_Collected data entries_
= = =

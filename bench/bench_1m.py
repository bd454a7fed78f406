"""Whole-process build at about a million directed edges, with each process's peak memory.

Usage::

    python bench/bench_1m.py --work DIR [--repeat 3]

Inputs (made in DIR when missing): the plain grid of 500 x 500 intersections (998,000
directed edges, bench/make_grid.py) as .osm, and the generated city of 1,001,110 drive edges
(bench/make_city.py, seed 1) as .osm and .osm.pbf. Each round runs, interleaved,
``python -m routerisk build`` on each input and a ``python -c`` process running osmnx's
``graph_from_xml`` on the same data as .osm (the city's .osm baseline serves both city
inputs: osmnx reads only XML). Wall seconds and the peak resident memory of each process
(``ru_maxrss`` from ``os.wait4``, so one child's peak, not the largest of all children) are
recorded; the medians over ``--repeat`` rounds and their ratios go to bench/results/1m.json.
The machine may be shared: only ratios within one run are comparable.
"""

from __future__ import annotations

import argparse
import json
import os
import platform
import statistics
import subprocess
import sys
import time
from pathlib import Path

HERE = Path(__file__).resolve().parent
ROOT = HERE.parent
OSMNX = "import osmnx as ox, sys; G = ox.graph_from_xml(sys.argv[1]); print(len(G.edges))"


def _env() -> dict[str, str]:
    env = dict(os.environ)
    env.pop("PYTHONDONTWRITEBYTECODE", None)
    env["PYTHONPATH"] = str(ROOT) + os.pathsep + env.get("PYTHONPATH", "")
    return env


def run(cmd: list[str]) -> tuple[float, float]:
    """Run ``cmd``; return (wall seconds, peak resident MiB of that process)."""
    start = time.perf_counter()
    proc = subprocess.Popen(cmd, env=_env(), stdout=subprocess.DEVNULL, stderr=subprocess.PIPE)
    _, status, usage = os.wait4(proc.pid, 0)
    wall = time.perf_counter() - start
    err = proc.stderr.read().decode(errors="replace") if proc.stderr else ""
    proc.returncode = os.waitstatus_to_exitcode(status)
    if proc.returncode != 0:
        raise SystemExit(f"failed ({proc.returncode}): {' '.join(cmd)}\n{err[-3000:]}")
    return wall, usage.ru_maxrss / 1024.0  # KiB on Linux


def prepare(work: Path) -> dict[str, Path]:
    work.mkdir(parents=True, exist_ok=True)
    py = sys.executable
    files = {
        "grid": work / "grid500.osm",
        "city-osm": work / "city1m.osm",
        "city-pbf": work / "city1m.osm.pbf",
    }
    if not files["grid"].exists():
        subprocess.run(
            [py, str(HERE / "make_grid.py"), "--size", "500", "--out", str(files["grid"])],
            check=True,
            env=_env(),
        )
    for key in ("city-osm", "city-pbf"):
        if not files[key].exists():
            subprocess.run(
                [
                    py,
                    str(HERE / "make_city.py"),
                    "--edges",
                    "1000000",
                    "--seed",
                    "1",
                    "--out",
                    str(files[key]),
                ],
                check=True,
                env=_env(),
                stdout=subprocess.DEVNULL,
            )
    return files


def main() -> int:
    ap = argparse.ArgumentParser(description=__doc__.splitlines()[0])
    ap.add_argument("--work", type=Path, required=True)
    ap.add_argument("--repeat", type=int, default=3)
    ap.add_argument("--out", type=Path, default=HERE / "results" / "1m.json")
    a = ap.parse_args()
    files = prepare(a.work)
    py = sys.executable
    jobs = {
        "build grid": [
            py,
            "-m",
            "routerisk",
            "build",
            str(files["grid"]),
            "--out",
            str(a.work / "net_grid"),
            "--force",
        ],
        "osmnx grid": [py, "-c", OSMNX, str(files["grid"])],
        "build city-osm": [
            py,
            "-m",
            "routerisk",
            "build",
            str(files["city-osm"]),
            "--out",
            str(a.work / "net_city_osm"),
            "--force",
        ],
        "build city-pbf": [
            py,
            "-m",
            "routerisk",
            "build",
            str(files["city-pbf"]),
            "--out",
            str(a.work / "net_city_pbf"),
            "--force",
        ],
        "osmnx city": [py, "-c", OSMNX, str(files["city-osm"])],
    }
    got: dict[str, list[tuple[float, float]]] = {k: [] for k in jobs}
    for r in range(a.repeat):
        for name, cmd in jobs.items():
            wall, mib = run(cmd)
            got[name].append((wall, mib))
            print(f"round {r + 1} {name}: {wall:.1f} s, peak {mib:.0f} MiB", flush=True)
    med = {
        k: {
            "wall_s": round(statistics.median(w for w, _ in v), 2),
            "peak_mib": round(max(m for _, m in v), 1),
            "runs": [[round(w, 2), round(m, 1)] for w, m in v],
        }
        for k, v in got.items()
    }
    rows = []
    for inp, base in (
        ("grid", "osmnx grid"),
        ("city-osm", "osmnx city"),
        ("city-pbf", "osmnx city"),
    ):
        ours = med[f"build {inp}"]
        rows.append(
            {
                "input": inp,
                "build_s": ours["wall_s"],
                "build_peak_mib": ours["peak_mib"],
                "osmnx_s": med[base]["wall_s"],
                "osmnx_peak_mib": med[base]["peak_mib"],
                "ratio": round(ours["wall_s"] / med[base]["wall_s"], 3),
            }
        )
    record = {
        "machine": f"{platform.machine()}, {os.cpu_count()} cores, Python {platform.python_version()}",
        "repeat": a.repeat,
        "jobs": med,
        "rows": rows,
    }
    a.out.parent.mkdir(parents=True, exist_ok=True)
    a.out.write_text(json.dumps(record, indent=2) + "\n", encoding="utf-8")
    print("| input | routerisk build, s | peak MiB | osmnx process, s | peak MiB | ratio |")
    print("| --- | --- | --- | --- | --- | --- |")
    for row in rows:
        print(
            f"| {row['input']} | {row['build_s']} | {row['build_peak_mib']:.0f} | "
            f"{row['osmnx_s']} | {row['osmnx_peak_mib']:.0f} | {row['ratio']} |"
        )
    return 0


if __name__ == "__main__":
    raise SystemExit(main())
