"""How sure a ranking is: route risk under draws of the profile's weights.

A route's risk is linear in the category weights (:mod:`routerisk.analysis.scoring`)::

    risk = fixed + sum_c weight_c * unit_c

where ``fixed`` is the baseline and crossing part and ``unit_c`` the route's category-``c``
part at weight 1 (severity x km x time multiplier x exposure, summed over the edges as
driven). Each route's parts are computed once; a draw of the weights is a dot product.

Weights are drawn from the profile's ``uncertainty`` block (multivariate normal centred on
the weights, with its covariance; a draw below zero is set to zero, as weights are not
negative) and from weight ranges (``weight: {low, high, spread}``: uniform, or log-uniform
i.e. uniform in the logarithm). Other weights stay fixed. Variance-based sensitivity
(first-order and total Sobol indices; Saltelli et al. 2010 first-order and Jansen 1999
total estimators, as SALib computes them) treats the weights as independent, each drawn
from its own marginal distribution: the indices ignore the correlation of fitted weights.
"""

from __future__ import annotations

import itertools
from dataclasses import dataclass
from typing import Any

import numpy as np

from routerisk.errors import OptionError
from routerisk.profile import Profile

#: Seed used when none is given (recorded in every output).
DEFAULT_SEED = 1
LEVEL = 0.90
#: Base sample of the Sobol estimates (each costs (2 + weights) model runs per draw).
SOBOL_DRAWS = 2000


@dataclass(frozen=True)
class WeightLaw:
    """Which weights vary and how: normal block, ranges, fixed values."""

    names: tuple[str, ...]  # every category, profile order
    centre: np.ndarray  # the profile's weights
    normal: tuple[int, ...]  # indices drawn jointly normal
    cov: np.ndarray  # covariance of the normal block
    ranges: tuple[tuple[int, float, float, str], ...]  # (index, low, high, spread)

    @property
    def varying(self) -> tuple[int, ...]:
        """Return the indices of the weights that vary, in profile order."""
        return tuple(sorted([*self.normal, *(r[0] for r in self.ranges)]))


def weight_law(profile: Profile) -> WeightLaw:
    """Return the law of the weights given by ``profile`` (refuse one with none)."""
    names = profile.category_names
    centre = np.array([c.weight for c in profile.categories], dtype=float)
    normal: tuple[int, ...] = ()
    cov = np.zeros((0, 0))
    if profile.uncertainty is not None:
        normal = tuple(names.index(n) for n in profile.uncertainty.weights)
        cov = np.array(profile.uncertainty.covariance, dtype=float)
    ranges = tuple(
        (i, *c.weight_range) for i, c in enumerate(profile.categories) if c.weight_range is not None
    )
    if not normal and not ranges:
        raise OptionError(
            "--uncertainty needs a profile with an 'uncertainty' block (from 'routerisk "
            "calibrate') or weight ranges such as weight: {low: 0.5, high: 2.0}",
            path=profile.source or None,
            field="--uncertainty",
        )
    return WeightLaw(names, centre, normal, cov, ranges)


def _range_draws(u: np.ndarray, low: float, high: float, spread: str) -> np.ndarray:
    if spread == "log-uniform":
        return np.exp(np.log(low) + u * (np.log(high) - np.log(low)))
    return low + u * (high - low)


def draw_weights(
    law: WeightLaw, n: int, rng: np.random.Generator, *, independent: bool = False
) -> np.ndarray:
    """Return ``(n, categories)`` weight draws (fixed weights repeated).

    With ``independent`` the normal block is drawn from its marginals (for Sobol indices).
    """
    w = np.tile(law.centre, (n, 1))
    if law.normal:
        idx = list(law.normal)
        if independent:
            z = rng.standard_normal((n, len(idx))) * np.sqrt(np.diag(law.cov))
        else:
            vals, vecs = np.linalg.eigh(law.cov)
            root = vecs * np.sqrt(np.clip(vals, 0, None))
            z = rng.standard_normal((n, len(idx))) @ root.T
        w[:, idx] = np.maximum(law.centre[idx] + z, 0.0)
    for i, low, high, spread in law.ranges:
        w[:, i] = _range_draws(rng.random(n), low, high, spread)
    return w


# ----------------------------------------------------------------------------- route parts


def _local_minutes(times: np.ndarray) -> np.ndarray:
    """Return minutes of the week of local ISO times ``YYYY-MM-DDTHH:MM...`` (wall clock).

    The segment times are written in the area's local time, so the wall clock is read
    directly (vectorised); 1970-01-01 was a Thursday (Monday = 0).
    """
    if len(times) == 0:
        return np.zeros(0, dtype=np.int64)
    t = np.array([str(x)[:16] for x in times], dtype="datetime64[m]").astype(np.int64)
    return (((t // 1440) + 3) % 7) * 1440 + t % 1440


def unit_parts(net: Any, scores: list[Any]) -> tuple[np.ndarray, np.ndarray]:
    """Return (fixed part per score, ``(scores, categories)`` parts at weight 1).

    Computed from each score's driven segments exactly as :class:`routerisk.analysis.scoring.Scorer`
    scores them (same edges, shares of partial edges and entry minutes).
    """
    from routerisk.analysis.scoring import Scorer

    sc = Scorer(net)
    fixed = np.zeros(len(scores))
    unit = np.zeros((len(scores), len(sc.cats)))
    for k, s in enumerate(scores):
        seg = s.segments
        pos = seg["_pos"].to_numpy(dtype=np.int64)
        km = seg["length_m"].to_numpy(dtype=float) / 1000.0
        minutes = _local_minutes(seg["time"].to_numpy())
        mult = sc.mult_table[:, minutes].T
        unit[k] = (sc.sev[pos] * km) @ (mult * sc.exp[pos])
        fixed[k] = float(seg["baseline"].sum() + seg["crossing_part"].sum())
    return fixed, unit


# ----------------------------------------------------------------------------- summaries


def analytic(fixed: np.ndarray, unit: np.ndarray, law: WeightLaw) -> tuple[np.ndarray, np.ndarray]:
    """Return the exact mean and standard deviation of each risk under normal weights.

    (Linear form; the zero floor of the draws and the weight ranges are left out.)
    """
    idx = list(law.normal)
    mean = fixed + unit @ law.centre
    a = unit[:, idx]
    sd = np.sqrt(np.einsum("ij,jk,ik->i", a, law.cov, a))
    return mean, sd


def prob_lower_pairs(risks: np.ndarray, pairs: list[tuple[int, int]]) -> np.ndarray:
    """Return, per pair (i, j), the share of draws where i's risk is below j's (ties 1/2)."""
    if not pairs:
        return np.zeros(0)
    i, j = np.array(pairs).T
    out = np.zeros(len(pairs))
    step = max(1, int(2e7 // max(risks.shape[0], 1)))
    for lo in range(0, len(pairs), step):
        a, b = risks[:, i[lo : lo + step]], risks[:, j[lo : lo + step]]
        out[lo : lo + step] = (a < b).mean(axis=0) + 0.5 * (a == b).mean(axis=0)
    return out


def prob_lower(risks: np.ndarray) -> np.ndarray:
    """Return P[i, j] = share of draws where route i's risk is below route j's (ties 1/2)."""
    a = risks[:, :, None]
    b = risks[:, None, :]
    return (a < b).mean(axis=0) + 0.5 * (a == b).mean(axis=0)


def sobol_indices(
    f_a: np.ndarray, f_b: np.ndarray, f_ab: np.ndarray
) -> tuple[np.ndarray, np.ndarray]:
    """Return (first-order, total) Sobol indices from Saltelli's A, B, AB_i model runs.

    ``f_a``, ``f_b``: (N, ...) outputs on the matrices A and B; ``f_ab``: (N, d, ...) on A
    with column i from B. First order: Saltelli et al. (2010); total: Jansen (1999), the
    estimators of SALib's ``sobol.analyze``.
    """
    both = np.concatenate([f_a, f_b], axis=0)
    var = both.var(axis=0)
    with np.errstate(divide="ignore", invalid="ignore"):
        s1 = np.mean(f_b[:, None] * (f_ab - f_a[:, None]), axis=0) / var
        st = 0.5 * np.mean((f_a[:, None] - f_ab) ** 2, axis=0) / var
    zero = var == 0
    s1[..., zero] = 0.0
    st[..., zero] = 0.0
    return s1, st


def sensitivity(
    fixed: np.ndarray, unit: np.ndarray, law: WeightLaw, n: int, rng: np.random.Generator
) -> tuple[np.ndarray, np.ndarray, list[int]]:
    """Return Sobol (first, total) indices of each output column to each varying weight.

    ``fixed`` (m,) and ``unit`` (m, C) define ``m`` linear outputs. Returns arrays of
    shape (d, m) for the ``d`` varying weights (their indices are returned too).
    """
    vary = list(law.varying)
    a = draw_weights(law, n, rng, independent=True)
    b = draw_weights(law, n, rng, independent=True)
    diff = b[:, vary] - a[:, vary]  # (N, d)
    m = len(fixed)
    s1 = np.zeros((len(vary), m))
    st = np.zeros((len(vary), m))
    step = max(1, int(2e7 // max(n * max(len(vary), 1), 1)))  # bounded memory
    for lo in range(0, m, step):
        cols = slice(lo, min(lo + step, m))
        f_a = fixed[cols] + a @ unit[cols].T  # (N, m)
        f_b = fixed[cols] + b @ unit[cols].T
        # AB_i differs from A only in weight i: f_AB_i = f_A + (b_i - a_i) * unit_i
        f_ab = f_a[:, None, :] + diff[:, :, None] * unit[cols][:, vary].T[None, :, :]
        s1[:, cols], st[:, cols] = sobol_indices(f_a, f_b, f_ab)
    return s1, st, vary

= = =

_PROBLEM TO WORK ON_
Reproduce only the lines above, starting at the line with "The machine may" and ending at the line with "def _env() ->", exactly as written.

_ANSWER BELOW_
The machine may be shared: only ratios within one run are comparable.
"""

from __future__ import annotations

import argparse
import json
import os
import platform
import statistics
import subprocess
import sys
import time
from pathlib import Path

HERE = Path(__file__).resolve().parent
ROOT = HERE.parent
OSMNX = "import osmnx as ox, sys; G = ox.graph_from_xml(sys.argv[1]); print(len(G.edges))"


def _env() -> dict[str, str]:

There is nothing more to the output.